Instructions to follow: For these records, count the lines containing the word "spread" and respond with the number alone.

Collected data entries
▬▬▬

class Quadratic:
    """A fitted (or stored) full quadratic: coefficients and their covariance."""

    def __init__(self, beta, cov, k: int, df: float):
        self.beta = np.asarray(beta, dtype=float)
        self.cov = np.asarray(cov, dtype=float)
        self.k = k
        self.df = df

    @property
    def linear(self) -> np.ndarray:
        return self.beta[1:1 + self.k]

    @property
    def B(self) -> np.ndarray:
        """The symmetric matrix of the quadratic part (b_ii diagonal, b_ij / 2 off it)."""
        k = self.k
        B = np.diag(self.beta[1 + k:1 + 2 * k])
        for n, (i, j) in enumerate(itertools.combinations(range(k), 2)):
            B[i, j] = B[j, i] = self.beta[1 + 2 * k + n] / 2
        return B

    def predict(self, x):
        """(value, standard error) of the fitted surface at coded points ``x``."""
        X = model_matrix(x)
        se = np.sqrt(np.maximum(np.einsum("ij,jk,ik->i", X, self.cov, X), 0.0))
        return X @ self.beta, se

    def gradient_jacobian(self, x) -> np.ndarray:
        """d g(x) / d beta (k × p), g(x) = b + 2 B x the fitted gradient (linear in beta)."""
        k = self.k
        x = np.asarray(x, dtype=float)
        G = np.zeros((k, len(self.beta)))
        for i in range(k):
            G[i, 1 + i] = 1.0
            G[i, 1 + k + i] = 2 * x[i]
        for n, (i, j) in enumerate(itertools.combinations(range(k), 2)):
            G[i, 1 + 2 * k + n] = x[j]
            G[j, 1 + 2 * k + n] = x[i]
        return G

    def gradient(self, x) -> np.ndarray:
        return self.gradient_jacobian(x) @ self.beta

    def box_hunter(self, x) -> float:
        """Box & Hunter's (1954) statistic at x: g(x)ᵀ Var(g(x))⁻¹ g(x) / k (an F(k, ν)
        variable at the true stationary point)."""
        G = self.gradient_jacobian(x)
        g = G @ self.beta
        V = G @ self.cov @ G.T
        try:
            return float(g @ np.linalg.solve(V, g)) / self.k
        except np.linalg.LinAlgError:
            return math.inf

    def box_hunter_many(self, xs) -> np.ndarray:
        """`box_hunter` at every row of ``xs`` (inf where the gradient's variance is singular)."""
        xs = np.atleast_2d(np.asarray(xs, dtype=float))
        G = np.stack([self.gradient_jacobian(x) for x in xs])
        g = G @ self.beta
        V = G @ self.cov @ np.swapaxes(G, 1, 2)
        out = np.full(len(xs), np.inf)
        ok = np.abs(np.linalg.det(V)) > 0
        if ok.any():
            sol = np.linalg.solve(V[ok], g[ok][..., None])[..., 0]
            out[ok] = np.einsum("ij,ij->i", g[ok], sol) / self.k
        return out

    def stationary(self):
        """(x_s, its covariance by the delta method), or None when B is singular."""
        B = self.B
        if abs(np.linalg.det(B)) < 1e-12 * max(1.0, np.abs(B).max() ** self.k):
            return None
        xs = -0.5 * np.linalg.solve(B, self.linear)
        J = -0.5 * np.linalg.solve(B, self.gradient_jacobian(xs))
        return xs, J @ self.cov @ J.T

    def eigen(self):
        """Eigenvalues of B (ascending), their standard errors (delta method), eigenvectors."""
        w, V = np.linalg.eigh(self.B)
        k = self.k
        ses = []
        for j in range(k):
            v = V[:, j]
            g = np.zeros(len(self.beta))
            g[1 + k:1 + 2 * k] = v ** 2
            for n, (a, b) in enumerate(itertools.combinations(range(k), 2)):
                g[1 + 2 * k + n] = v[a] * v[b]
            ses.append(math.sqrt(max(float(g @ self.cov @ g), 0.0)))
        return w, np.array(ses), V


def fit_quadratic(x: np.ndarray, z: np.ndarray) -> tuple[Quadratic, dict]:
    """Least-squares fit of the full quadratic; (Quadratic, sums of squares)."""
    x = np.asarray(x, dtype=float)
    z = np.asarray(z, dtype=float)
    X = model_matrix(x)
    n, p = X.shape
    beta, *_ = np.linalg.lstsq(X, z, rcond=None)
    resid = z - X @ beta
    sse = float(resid @ resid)
    df = n - p
    s2 = sse / df if df > 0 else math.nan
    cov = s2 * np.linalg.pinv(X.T @ X)
    ss_total = float(((z - z.mean()) ** 2).sum())
    return Quadratic(beta, cov, x.shape[1], df), {"sse": sse, "df_resid": df, "n": n, "p": p,
                                                   "ss_total": ss_total, "resid": resid}


def lack_of_fit(x: np.ndarray, z: np.ndarray, sse: float, p: int, alpha: float) -> dict:
    """The lack-of-fit test against pure error (runs repeated at the same settings)."""
    from benchharness.analysis import dist as stats

    keys = [tuple(np.round(r, 9)) for r in np.asarray(x, dtype=float)]
    groups: dict = {}
    for key, v in zip(keys, z):
        groups.setdefault(key, []).append(float(v))
    ss_pe = sum(float(((np.array(g) - np.mean(g)) ** 2).sum()) for g in groups.values())
    n, m = len(z), len(groups)
    df_pe, df_lof = n - m, m - p
    ss_lof = max(sse - ss_pe, 0.0)
    out = {"points": m, "df_lack_of_fit": df_lof, "df_pure_error": df_pe,
           "ss_lack_of_fit": ss_lof, "ss_pure_error": ss_pe, "F": None, "p": None}
    if df_pe <= 0:
        out["verdict"] = "not tested"
        out["statement"] = ("The lack of fit could not be tested: no settings were run "
                            "more than once (add centre runs)")
        return out
    if df_lof <= 0:
        out["verdict"] = "not tested"
        out["statement"] = ("The lack of fit could not be tested: the design has no points "
                            "beyond those the quadratic needs")
        return out
    ms_pe = ss_pe / df_pe
    F = (ss_lof / df_lof) / ms_pe if ms_pe > 0 else (math.inf if ss_lof > 0 else 0.0)
    pv = float(stats.f.sf(F, df_lof, df_pe)) if math.isfinite(F) else 0.0
    out.update(F=F, p=pv)
    if pv < alpha:
        out["verdict"] = "does not fit"
        out["statement"] = (f"The second-order surface does not fit: it misses the data by "
                            f"more than the spread of repeated runs (lack of fit F = {F:.3g}, "
                            f"{p_words(pv)}); values between the tested ones are not proposed")
    else:
        out["verdict"] = "fits"
        out["statement"] = (f"The second-order surface fits: it misses the data by no more "
                            f"than the spread of repeated runs explains (lack of fit "
                            f"F = {F:.3g}, {p_words(pv)})")
    return out


def p_words(p: float) -> str:
    """A p-value in a sentence (``p = 0.013``, ``p < 0.001``: `numbers.fmt_p_said`)."""
    from benchharness.numbers import fmt_p_said

    return fmt_p_said(p)


# ---- the explored region and the best point in it --------------------------------------

def inside(x, region: dict) -> bool:
    x = np.asarray(x, dtype=float)
    return bool(np.all(np.abs(x) <= region["reach"] + INSIDE_TOL)
                and float(np.sqrt(x @ x)) <= region["radius"] + INSIDE_TOL)


def best_in_region(q: Quadratic, region: dict, sign: float, starts) -> np.ndarray:
    """The point of the explored region where ``sign · fitted`` is smallest (SLSQP from
    every start; the region's box as bounds, its sphere as a constraint)."""
    from scipy.optimize import minimize

    reach, radius = region["reach"], region["radius"]

    def f(x):
        return sign * float((model_matrix(x[None, :]) @ q.beta)[0])

    def grad(x):
        return sign * q.gradient(x)

    cons = [{"type": "ineq", "fun": lambda x: radius ** 2 - float(x @ x),
             "jac": lambda x: -2 * x}]
    best, best_val = None, math.inf
    for s in starts:
        s = np.clip(np.asarray(s, dtype=float), -reach, reach)
        norm = float(np.sqrt(s @ s))
        if norm > radius:
            s = s * radius / norm
        r = minimize(f, s, jac=grad, method="SLSQP", bounds=[(-reach, reach)] * q.k,
                     constraints=cons, options={"maxiter": 200, "ftol": 1e-12})
        x = r.x if inside(r.x, region) else s
        v = f(x)
        if v < best_val - 1e-12:
            best, best_val = x, v
    return best


def whole_number_point(q: Quadratic, x: np.ndarray, settings, region: dict, sign: float):
    """Round the settings that take whole numbers: the best whole-number neighbour of ``x``
    inside the region (coded values as run), or ``x`` when no setting is whole."""
    options = []
    for s, xi in zip(settings, x):
        if not s.whole:
            options.append([xi])
            continue
        v = s.exact(xi)
        cands = {math.floor(v), math.ceil(v)}
        options.append([s.coded(c) for c in sorted(cands) if c > 0 or s.low <= 0])
    best, best_val = None, math.inf
    for combo in itertools.product(*options):
        c = np.array(combo)
        if not inside(c, region):
            continue
        v = sign * float(q.predict(c[None, :])[0][0])
        if v < best_val:
            best, best_val = c, v
    return best


# ---- the whole analysis of a surface ----------------------------------------------------

def analyse(design, x: np.ndarray, z: np.ndarray, choice, alpha: float = 0.05,
            better: str = "lower", response: str = "wall_s") -> dict:
    """The ``surface`` entry of analysis.json from coded settings ``x`` (one row per run,
    values as run) and the analysed response ``z`` on the scale ``choice``."""
    from benchharness.analysis import dist as stats

    names = list(design.names)
    k = len(names)
    q, ss = fit_quadratic(x, z)
    df = ss["df_resid"]
    if df <= 0:
        return {"fitted": False, "settings": names,
                "statement": f"The second-order surface needs more than {ss['p']} runs "
                             f"({ss['n']} analysed); no surface was fitted"}
    tq = float(stats.t.ppf(1 - alpha / 2, df))
    se = np.sqrt(np.maximum(np.diag(q.cov), 0.0))
    terms = []
    for name, b, s in zip(term_names(names), q.beta, se):
        t = b / s if s > 0 else math.nan
        p = float(2 * stats.t.sf(abs(t), df)) if math.isfinite(t) else None
        terms.append({"term": name, "coef": float(b), "se": float(s), "t": t, "p": p,
                      "ci_low": float(b - tq * s), "ci_high": float(b + tq * s)})
    ss_model = ss["ss_total"] - ss["sse"]
    df_model = ss["p"] - 1
    F_model = (ss_model / df_model) / (ss["sse"] / df) if ss["sse"] > 0 else math.inf
    p_model = float(stats.f.sf(F_model, df_model, df)) if math.isfinite(F_model) else 0.0
    lof = lack_of_fit(x, z, ss["sse"], ss["p"], alpha)
    sign = 1.0 if better == "lower" else -1.0
    region = design.region()
    out = {
        "fitted": True, "settings": names, "scale": choice.name, "alpha": alpha,
        "better": better, "response": response,
        "coding": [s.to_json_dict() | {"centre": s.centre, "half_range": s.half}
                   for s in design.settings],
        "region": region, "terms": terms,
        "covariance": q.cov.tolist(), "df_resid": df,
        "residual_sd": math.sqrt(ss["sse"] / df),
        "r_squared": 1 - ss["sse"] / ss["ss_total"] if ss["ss_total"] > 0 else None,
        "model_F": F_model, "model_p": p_model, "lack_of_fit": lof,
        "tested_points": np.unique(np.round(x, 9), axis=0).tolist(),
    }
    out["stationary_point"] = _stationary(q, design, region, alpha, df, tq, sign, choice)
    out["canonical"] = _canonical(q, tq, names)
    out["proposal"] = _proposal(q, design, x, z, region, sign, choice, alpha, tq, out)
    return out


def _actual(design, xc) -> dict:
    return {s.name: s.exact(float(v)) for s, v in zip(design.settings, xc)}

▬▬▬

Problem solution: 2